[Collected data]

———

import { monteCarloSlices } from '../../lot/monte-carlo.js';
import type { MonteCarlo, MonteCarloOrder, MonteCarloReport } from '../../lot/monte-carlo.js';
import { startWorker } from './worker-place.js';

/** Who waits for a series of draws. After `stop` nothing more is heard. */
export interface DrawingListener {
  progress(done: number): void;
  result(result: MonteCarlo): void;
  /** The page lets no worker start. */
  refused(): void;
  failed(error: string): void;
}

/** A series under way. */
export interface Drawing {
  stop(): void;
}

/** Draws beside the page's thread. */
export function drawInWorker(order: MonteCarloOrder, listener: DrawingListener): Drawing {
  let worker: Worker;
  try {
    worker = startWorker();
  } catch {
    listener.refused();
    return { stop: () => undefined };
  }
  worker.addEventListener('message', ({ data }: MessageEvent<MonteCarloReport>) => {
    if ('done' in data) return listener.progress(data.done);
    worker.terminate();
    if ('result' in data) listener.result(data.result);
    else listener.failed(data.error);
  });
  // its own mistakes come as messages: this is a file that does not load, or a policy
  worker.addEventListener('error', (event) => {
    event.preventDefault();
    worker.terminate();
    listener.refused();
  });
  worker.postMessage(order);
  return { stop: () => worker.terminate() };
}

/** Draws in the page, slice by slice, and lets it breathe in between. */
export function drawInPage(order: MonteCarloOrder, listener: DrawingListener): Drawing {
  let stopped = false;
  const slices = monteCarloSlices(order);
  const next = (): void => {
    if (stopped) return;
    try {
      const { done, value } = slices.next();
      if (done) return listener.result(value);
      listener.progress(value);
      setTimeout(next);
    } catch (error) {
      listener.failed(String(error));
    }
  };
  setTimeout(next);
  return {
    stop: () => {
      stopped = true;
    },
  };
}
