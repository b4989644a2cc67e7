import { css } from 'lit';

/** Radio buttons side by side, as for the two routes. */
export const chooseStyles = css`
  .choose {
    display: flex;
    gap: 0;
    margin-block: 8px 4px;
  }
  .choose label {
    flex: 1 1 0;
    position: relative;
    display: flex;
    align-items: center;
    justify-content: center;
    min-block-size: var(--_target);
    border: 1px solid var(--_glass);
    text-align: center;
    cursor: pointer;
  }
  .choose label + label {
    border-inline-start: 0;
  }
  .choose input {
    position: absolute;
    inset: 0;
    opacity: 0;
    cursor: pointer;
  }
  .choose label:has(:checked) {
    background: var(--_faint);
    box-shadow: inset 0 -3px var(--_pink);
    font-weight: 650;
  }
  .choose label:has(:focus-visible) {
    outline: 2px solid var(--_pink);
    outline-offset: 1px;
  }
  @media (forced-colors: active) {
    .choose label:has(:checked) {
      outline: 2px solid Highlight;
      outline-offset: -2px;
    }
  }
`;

———

### [ACTIVITY]
Copy out the records above without altering anything.

### [RESPONSE BOX]
import { monteCarloSlices } from '../../lot/monte-carlo.js';
import type { MonteCarlo, MonteCarloOrder, MonteCarloReport } from '../../lot/monte-carlo.js';
import { startWorker } from './worker-place.js';

/** Who waits for a series of draws. After `stop` nothing more is heard. */
export interface DrawingListener {
  progress(done: number): void;
  result(result: MonteCarlo): void;
  /** The page lets no worker start. */
  refused(): void;
  failed(error: string): void;
}

/** A series under way. */
export interface Drawing {
  stop(): void;
}

/** Draws beside the page's thread. */
export function drawInWorker(order: MonteCarloOrder, listener: DrawingListener): Drawing {
  let worker: Worker;
  try {
    worker = startWorker();
  } catch {
    listener.refused();
    return { stop: () => undefined };
  }
  worker.addEventListener('message', ({ data }: MessageEvent<MonteCarloReport>) => {
    if ('done' in data) return listener.progress(data.done);
    worker.terminate();
    if ('result' in data) listener.result(data.result);
    else listener.failed(data.error);
  });
  // its own mistakes come as messages: this is a file that does not load, or a policy
  worker.addEventListener('error', (event) => {
    event.preventDefault();
    worker.terminate();
    listener.refused();
  });
  worker.postMessage(order);
  return { stop: () => worker.terminate() };
}

/** Draws in the page, slice by slice, and lets it breathe in between. */
export function drawInPage(order: MonteCarloOrder, listener: DrawingListener): Drawing {
  let stopped = false;
  const slices = monteCarloSlices(order);
  const next = (): void => {
    if (stopped) return;
    try {
      const { done, value } = slices.next();
      if (done) return listener.result(value);
      listener.progress(value);
      setTimeout(next);
    } catch (error) {
      listener.failed(String(error));
    }
  };
  setTimeout(next);
  return {
    stop: () => {
      stopped = true;
    },
  };
}
repository b4989644a2cc67e7
import { css } from 'lit';

/** Radio buttons side by side, as for the two routes. */
export const chooseStyles = css`
  .choose {
    display: flex;
    gap: 0;
    margin-block: 8px 4px;
  }
  .choose label {
    flex: 1 1 0;
    position: relative;
    display: flex;
    align-items: center;
    justify-content: center;
    min-block-size: var(--_target);
    border: 1px solid var(--_glass);
    text-align: center;
    cursor: pointer;
  }
  .choose label + label {
    border-inline-start: 0;
  }
  .choose input {
    position: absolute;
    inset: 0;
    opacity: 0;
    cursor: pointer;
  }
  .choose label:has(:checked) {
    background: var(--_faint);
    box-shadow: inset 0 -3px var(--_pink);
    font-weight: 650;
  }
  .choose label:has(:focus-visible) {
    outline: 2px solid var(--_pink);
    outline-offset: 1px;
  }
  @media (forced-colors: active) {
    .choose label:has(:checked) {
      outline: 2px solid Highlight;
      outline-offset: -2px;
    }
  }
`;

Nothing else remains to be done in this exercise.